Esta entrada, si quieren, es más literaria que cinematográfica, pero quienes hayan disfrutado como yo de la saga de Flashman reconocerán que no es para menos; para los profanos, indicaremos que las novelas de la serie -publicada en España por Edhasa- recorren la vida de Harry Flashman, hombre de acción, genio militar, caballero sin tacha y uno de los pilares del heroismo militar británico de finales del siglo XIX. Por lo menos, en la versión oficial. Porque en sus diarios, escritos en los últimos días de su larga vida, Sir Harry no tiene el menor empacho en retratarse como el mayor cobarde, traidor, pelotillero, golfo, borracho y oportunista que haya pasado por los ejércitos de su Graciosa Majestad. No existe episodio militar de su época en el que no haya estado envuelto -desde la Carga de la Brigada Ligera al tráfico de esclavos, pasando por la Guerra Civil americana, la guerra del Opio y la masacre de Little Big Horn-, y en el que no se las haya arreglado para portarse como una verdadera rata y salir con vida atribuyéndose las hazañas de otros. Una joyita, vaya. Y precisamente por eso, un personaje irresistible que ha atraído millones de lectores en todo el mundo, entre ellos este bloguero de ustedes.

Si las novelas son más que recomendables, ello no se debe solo a la calidad (enorme) de Fraser como escritor, sino a su habilidad para recorrer algunos de los episodios históricos más relevantes de la época, y a meter en la trama personajes reales, desde Otto Von Bismarck a Jack London, pasando por el general Custer o la princesa Ravolanova de Madagascar. Por si fuera poco, cada novela incluye apéndices con abundante bibliografía sobre los hechos y personajes que en ella aparecen, lo que permite al lector curioso ampliar horizontes. Y luego, por supuesto, está la prosa, más británica que Winston Churchill y David Niven juntos. Los que sepan ingles no pueden bajo ningún concepto perderse estas novelas en versión original.

Claro que, cuando hablamos de cine… la verdad es que Fraser fue también guionista, si bien contribuyó a pocas películas memorables, aunque adaptó Los tres mosqueteros en al menos tres ocasiones; se recuerda más su guión para Octopussy (1983), quizá el Bond más aburrido de toda la etapa de Roger Moore.
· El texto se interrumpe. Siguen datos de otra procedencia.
import type { EstimateContent, EstimateView } from '@pondwright/shared';
import { useQueryClient } from '@tanstack/react-query';
import { useCallback, useState } from 'react';
import { isApiError, type FieldError } from '@/lib/api-error';
import { notifyApiError, notifyError, notifySuccess } from '@/lib/notify';
import { useFinaliseEstimate } from '../api/finalise-estimate';
import { getEstimateQueryOptions } from '../api/get-estimate';
import { estimateKeys } from '../api/get-estimates';
import { useSaveEstimateDraft } from '../api/save-estimate-draft';

export type EditableContent = Omit<EstimateContent, 'input'>;

const editable = ({ input: _input, ...content }: EstimateContent): EditableContent => content;
const same = (a: unknown, b: unknown) => JSON.stringify(a) === JSON.stringify(b);

/** The server refuses any change to an accepted estimate (409 ESTIMATE_LOCKED). */
export const isLocked = (estimate: Pick<EstimateView, 'status'>) => estimate.status === 'accepted';
/** A link is out with the homeowner; saving the draft withdraws it (the server revokes it). */
export const hasLinkOut = (estimate: Pick<EstimateView, 'status'>) =>
  estimate.status === 'sent' || estimate.status === 'viewed';

/**
 * The estimator's unsaved edits to one draft: the panel's content, the takeoff input as the workspace
 * last reported it, and the revision they were edited from. Figures always come from the server.
 */
export function useEstimateEditor(estimate: EstimateView) {
  const queryClient = useQueryClient();
  const [baseline, setBaseline] = useState(() => editable(estimate.draft.content));
  const [content, setContent] = useState(baseline);
  const [revision, setRevision] = useState(estimate.draft.revision);
  const [input, setInputState] = useState<unknown>(null);
  const [inputBaseline, setInputBaseline] = useState<unknown>(null);
  /** Bumped when the server's draft is loaded over the edits, so the takeoff form starts again. */
  const [generation, setGeneration] = useState(0);
  const [conflict, setConflict] = useState<{ message: string; details: FieldError[] } | null>(null);
  const [fieldErrors, setFieldErrors] = useState<FieldError[]>([]);
  const save = useSaveEstimateDraft();
  const finalise = useFinaliseEstimate();

  const setInput = useCallback((next: unknown) => {
    setInputState(next);
    setInputBaseline((current: unknown) => current ?? next);
  }, []);

  const adopt = (view: EstimateView) => {
    const next = editable(view.draft.content);
    setBaseline(next);
    setContent(next);
    setRevision(view.draft.revision);
    setFieldErrors([]);
  };

  const locked = isLocked(estimate);

  /** The homeowner accepted while this page was open: say so and show the locked estimate. */
  const handleLocked = (error: unknown): boolean => {
    if (!isApiError(error, 409) || error.code !== 'ESTIMATE_LOCKED') return false;
    notifyError(error.message, 'This estimate is locked');
    void queryClient.invalidateQueries({ queryKey: estimateKeys.detail(estimate.id) });
    return true;
  };

  const saveDraft = () => {
    if (locked) return;
    const withdrawsLink = hasLinkOut(estimate);
    setFieldErrors([]);
    save.mutate(
      {
        id: estimate.id,
        content: { ...content, input: input ?? estimate.draft.content.input },
        revision,
      },
      {
        onSuccess: (saved) => {
          adopt(saved);
          setInputBaseline(input);
          notifySuccess(
            withdrawsLink
              ? `Revision ${saved.draft.revision} saved. The link sent to the homeowner no longer works; send the quote again when the new version is ready.`
              : `Revision ${saved.draft.revision} saved.`,
            'Draft saved',
          );
          // The server revoked the homeowner's link on this save.
          if (withdrawsLink) {
            void queryClient.invalidateQueries({ queryKey: estimateKeys.quote(estimate.id) });
          }
        },
        onError: (error) => {
          if (handleLocked(error)) return;
          if (isApiError(error, 409)) {
            setConflict({ message: error.message, details: error.details });
            return;
          }
          if (isApiError(error, 400)) setFieldErrors(error.details);
          notifyApiError(error, 'Could not save the draft');
        },
      },
    );
  };

  const reloadServerDraft = async () => {
    const fresh = await queryClient.fetchQuery({
      ...getEstimateQueryOptions(estimate.id),
      staleTime: 0,
    });
    adopt(fresh);
    setInputState(null);
    setInputBaseline(null);
    setConflict(null);
    setGeneration((current) => current + 1);
  };

  const finaliseDraft = (onDone: () => void) => {
    finalise.mutate(
      { id: estimate.id, revision },
      {
        onSuccess: (view) => {
          notifySuccess(
            `Version ${view.versions.at(-1)?.versionNumber ?? ''} created.`,
            'Finalised',
          );
          onDone();
        },
        onError: (error) => {
          if (handleLocked(error)) {
            onDone();
            return;
          }
          if (isApiError(error, 409) && error.details.length > 0) {
            setConflict({ message: error.message, details: error.details });
          }
        },
      },
    );
  };

  const inputDirty = inputBaseline !== null && !same(input, inputBaseline);
  return {
    /** Accepted: nothing may change, and the controls say so. */
    locked,
    content,
    setContent,
    revision,
    setInput,
    generation,
    dirty: inputDirty || !same(content, baseline),
    saveDraft,
    saving: save.isPending,
    fieldErrors,
    conflict,
    keepEditing: () => setConflict(null),
    reloadServerDraft,
    finaliseDraft,
    finalising: finalise.isPending,
    finaliseError: finalise.error,
  };
}

export type EstimateEditor = ReturnType<typeof useEstimateEditor>;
Pero peor suerte tuvo su personaje: Flashman fue llevado a la pantalla en 1975, en una cinta dirigida sin demasiada puntería por el casi siempre interesante Richard Lester (amigo de Fraser) que se estrenó en España con el horrendo título de El cobarde heroico.

La cosa no funcionó y, si quieren mi opinión, por varios motivos: primero, cogieron la novela más floja de toda la serie de Flashman, Royal Flash, que no es sino una adaptación bastante personal de El prisionero de Zenda. Y luego, eligieron como protagonista a Malcolm McDowell, actor bastante horrible y completamente inadecuado para interpretar a Flashman que, recordemos, es capaz de engañar hasta a su madre con su porte de héroe militar.

Hubo un intento, y no más. Quizá la muerte de Fraser anime a alguna productora a hacer otro intento con Flashman. Desde luego, se lo merece. Mientras tanto, hoy no les voy a decir que se vayan a ver ninguna película: corran más bien a una librería y prepárense para morirse de risa.